Тренер Ельцина по теннису и его личный друг до 1996 года Шамиль Тарпищев, вспоминает, что на корте его ученик справлялся «за счет мобилизации нервной системы» и полностью выкладывался только в переломные моменты игры. «Он такой же в политике был, — замечает Тарпищев. — Чем хуже ситуация, тем у него больше концентрирования»[1123]. О своем решении выйти на улицу к людям и танкам в августе 1991 года Ельцин однажды сказал: «Перебирал в уме и то, и это.

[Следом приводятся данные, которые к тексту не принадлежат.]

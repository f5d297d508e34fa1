/** Plain-language sentences about a comparison, from its figures only. */
import type { ComparisonResult, ComparisonUnits, ComparisonWarning } from '@shared/schemas/comparison';
import { hpTo, lbftTo } from '@shared/analysis/units';

/** A loss smaller than this (hp) is not worth a sentence. Our own threshold. */
export const NOTABLE_LOSS_HP = 0.5;
/** Share of the total positive gain area that "most of the gain" means. Our own threshold. */
export const MOST_OF_GAIN = 0.75;

interface Units {
  power: (hp: number) => number;
  torque: (lbft: number) => number;
  p: string;
  t: string;
}
function unitsOf(u: ComparisonUnits): Units {
  return u === 'kw-nm'
    ? { power: (v) => hpTo(v, 'kw'), torque: (v) => lbftTo(v, 'nm'), p: 'kW', t: 'N·m' }
    : { power: (v) => v, torque: (v) => v, p: 'hp', t: 'lb·ft' };
}
const signed = (v: number, d = 1) => {
  const s = Math.abs(v).toFixed(d);
  if (Number(s) === 0) return `±${s}`;
  return `${v > 0 ? '+' : '−'}${s}`;
};
const rpmText = (v: number) => Math.round(v).toLocaleString('en-US');

/** Plain sentences for one run against the baseline, from its figures only. */
export function describeResult(r: Omit<ComparisonResult, 'sentences'>, units: ComparisonUnits): string[] {
  const u = unitsOf(units);
  const parts: string[] = [];
  const peak = `${signed(u.power(r.peakPowerGain.hp))} ${u.p} at peak (${signed(r.peakPowerGain.pct)} %)`;
  parts.push(r.withinRepeatability.peakPower ? `${peak}, which is within run-to-run spread` : peak);

  const bands = r.bands;
  const positive = bands.map((b) => Math.max(0, b.averagePowerGainHp) * (b.to - b.from));
  const total = positive.reduce((s, v) => s + v, 0);
  if (total > 0 && bands.length >= 3) {
    let acc = 0;
    let above = bands.length - 1;
    for (let i = bands.length - 1; i >= 0; i--) {
      acc += positive[i];
      above = i;
      if (acc >= MOST_OF_GAIN * total) break;
    }
    acc = 0;
    let below = 0;
    for (let i = 0; i < bands.length; i++) {
      acc += positive[i];
      below = i;
      if (acc >= MOST_OF_GAIN * total) break;
    }
    if (above > 0 && bands.length - above <= below + 1) parts.push(`most of the gain is above ${rpmText(bands[above].from)} rpm`);
    else if (below < bands.length - 1) parts.push(`most of the gain is below ${rpmText(bands[below].to)} rpm`);
    else parts.push('the gain is spread across the range');
  } else if (r.averagePowerGainHp < 0) {
    parts.push(`on average ${signed(u.power(r.averagePowerGainHp))} ${u.p} across ${rpmText(r.commonRpm[0])}–${rpmText(r.commonRpm[1])} rpm`);
  }
  if (bands.length && bands.every((b) => b.withinRepeatability === true)) {
    parts.push('across the whole range the change is within run-to-run spread');
  } else {
    let low = -1;
    while (low + 1 < bands.length && bands[low + 1].withinRepeatability === true) low++;
    let high = bands.length;
    while (high - 1 > low && bands[high - 1].withinRepeatability === true) high--;
    if (low >= 0) parts.push(`below ${rpmText(bands[low].to)} rpm the change is within run-to-run spread`);
    if (high < bands.length) parts.push(`above ${rpmText(bands[high].from)} rpm the change is within run-to-run spread`);
  }
  const first = `${parts.join('; ')}.`;
  const second: string[] = [];
  second.push(`Peak torque ${signed(u.torque(r.peakTorqueGain.lbft))} ${u.t} (${signed(r.peakTorqueGain.pct)} %)`);
  if (Math.abs(r.peakPowerRpmShift) >= 200) second.push(`peak power moved ${rpmText(Math.abs(r.peakPowerRpmShift))} rpm ${r.peakPowerRpmShift > 0 ? 'higher' : 'lower'}`);
  if (r.largestLoss.hp <= -NOTABLE_LOSS_HP) second.push(`it gives away up to ${Math.abs(u.power(r.largestLoss.hp)).toFixed(1)} ${u.p} around ${rpmText(r.largestLoss.rpm)} rpm`);
  return [first, `${second.join('; ')}.`];
}

/**
 * The comparison's summary: one run's sentences, or one line per run against the baseline; then a
 * caution when no spread is known and when a warning that affects the figures is present.
 */
export function summarySentences(
  results: Pick<ComparisonResult, 'runId' | 'sentences'>[],
  nameOf: (runId: string) => string,
  baselineName: string,
  spreadKnown: boolean,
  warnings: Pick<ComparisonWarning, 'code'>[],
): string[] {
  const summary: string[] = [];
  if (results.length === 1) summary.push(...results[0].sentences);
  else {
    for (const r of results) {
      summary.push(`${nameOf(r.runId)} against ${baselineName}: ${r.sentences[0].charAt(0).toLowerCase()}${r.sentences[0].slice(1)}`);
    }
  }
  if (!spreadKnown) summary.push('No stage in this comparison has two or more runs, so run-to-run spread is unknown; treat small differences with care.');
  if (warnings.some((w) => w.code !== 'SEVERAL_BIKES' && w.code !== 'DYNO_UNKNOWN')) summary.push('Read these figures with the warnings below in mind.');
  return summary;
}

Я спортсмен, и прекрасно знаю, как это бывает: вдруг какой-то толчок, и ты чувствуешь, что игра идет, что можно смело брать инициативу в свои руки»[1124]. Точно так же он отнесся и к шокотерапии 1992 года, конфликту с парламентом в 1993 году, чеченской войне в 1994 году и избирательной кампании в 1996 году. Через несколько недель после расстрела Белого дома Эльдар Рязанов спрашивал Ельцина о мобилизующем влиянии, оказываемом на него критическими ситуациями. «Да, — ответил Ельцин. — Я слишком хорошо себя знаю, чтобы не согласиться с этим… Меня надо, значит, надо постоянно, так сказать, держать на хорошем взводе… Даже в спорте, когда занимался волейболом в студенческие годы… если простая игра, от меня ничего не увидишь… Если игра — ну на грани, я могу делать чудеса»[1125]. В тревожных ситуациях Ельцин предпочитал выжиданием довести кризис до крайности, чтобы возникло осознание необходимости решительных действий. Такова была его натура, и об этом хорошо сказал один из его помощников: «выжидать, пока не припечет, пока ситуация не станет смертельно опасной для него и его власти», то есть пока матч не войдет в решающую фазу[1126]. Ельцин медлил до того самого момента, когда интуиция подсказывала ему: «Пора!» Тогда в его крови начинал играть адреналин, и он вступал в игру.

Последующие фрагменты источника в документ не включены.